*** Extracted information

"""Fixtures for the walkthrough tests: a copy of an example design in a temporary folder, so the
record file the walkthrough writes lands there."""

from __future__ import annotations

import shutil
from pathlib import Path

import pytest

from tests.conftest import example


@pytest.fixture
def naive(tmp_path: Path) -> Path:
    """The naive bench example (many failing checks, open questions), copied."""
    target = tmp_path / "bench.toml"
    shutil.copy(example("naive_bench_pchannel"), target)
    return target


@pytest.fixture
def mains(tmp_path: Path) -> Path:
    """The 230 V output example (beyond extra-low voltage), copied."""
    target = tmp_path / "mains.toml"
    shutil.copy(example("mains_output_transformer"), target)
    return target


@pytest.fixture
def broken(tmp_path: Path) -> Path:
    """A design whose switch rating has the wrong unit, on a known line."""
    text = example("careful_12v_sine").read_text(encoding="utf-8")
    lines = text.splitlines()
    i = next(n for n, line in enumerate(lines) if line.startswith("vds_rating"))
    lines[i] = 'vds_rating = "100 nF"'
    target = tmp_path / "broken.toml"
    target.write_text("\n".join(lines) + "\n", encoding="utf-8")
    target.with_suffix(".line").write_text(str(i + 1))
    return target
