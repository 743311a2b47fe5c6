"""The walk command on the command line, and the engine kept free of the interface."""

from __future__ import annotations

import subprocess
import sys

from reviewer.cli import main
from tests.conftest import ROOT


def test_missing_design_is_a_command_line_error(tmp_path, capsys):
    assert main(["walk", str(tmp_path / "absent.toml")]) == 2
    assert "no such design file" in capsys.readouterr().err


def test_engine_and_other_commands_do_not_load_textual():
    code = ("import sys, reviewer.cli, reviewer.review, reviewer.whatif, reviewer.report.markdown;"
            "from reviewer.cli import _parser; _parser();"
            "assert not [m for m in sys.modules if m.startswith(('textual', 'reviewer.tui'))]")
    subprocess.run([sys.executable, "-c", code], cwd=ROOT, check=True)


def test_engine_never_imports_the_interface():
    for path in (ROOT / "reviewer").rglob("*.py"):
        if "tui" in path.parts or path.name == "walk.py":
            continue
        assert "reviewer.tui" not in path.read_text(encoding="utf-8"), path


def test_quitting_says_where_the_record_is(naive, monkeypatch, capsys):
    import os

    from reviewer import record as rec
    from reviewer.tui.app import WalkApp

    seen = {}

    def run(self, *a, **k):  # the app itself is driven by the pilot tests
        seen["no_color"] = "NO_COLOR" in os.environ
        self.walk.install(self.walk.refresh())
        self.walk.decide(self.walk.next_undecided(None), "will_change")
        return 0

    monkeypatch.setattr(WalkApp, "run", run)
    monkeypatch.delenv("NO_COLOR", raising=False)
    assert main(["walk", str(naive), "--color", "never", "--reviewer", "ana"]) == 0
    assert seen["no_color"]
    assert f"Every decision and answer is in {rec.record_path(naive)}" in capsys.readouterr().err
    monkeypatch.delenv("NO_COLOR", raising=False)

******

» Exercise directions: Only one part of the material above is to be transcribed, namely the lines starting with the line that has "import shutil" and going on through the line that has "lines[i] = 'vds_rating", exactly as they stand.

» Response area:
import shutil
from pathlib import Path

import pytest

from tests.conftest import example


@pytest.fixture
def naive(tmp_path: Path) -> Path:
    """The naive bench example (many failing checks, open questions), copied."""
    target = tmp_path / "bench.toml"
    shutil.copy(example("naive_bench_pchannel"), target)
    return target


@pytest.fixture
def mains(tmp_path: Path) -> Path:
    """The 230 V output example (beyond extra-low voltage), copied."""
    target = tmp_path / "mains.toml"
    shutil.copy(example("mains_output_transformer"), target)
    return target


@pytest.fixture
def broken(tmp_path: Path) -> Path:
    """A design whose switch rating has the wrong unit, on a known line."""
    text = example("careful_12v_sine").read_text(encoding="utf-8")
    lines = text.splitlines()
    i = next(n for n, line in enumerate(lines) if line.startswith("vds_rating"))
    lines[i] = 'vds_rating = "100 nF"'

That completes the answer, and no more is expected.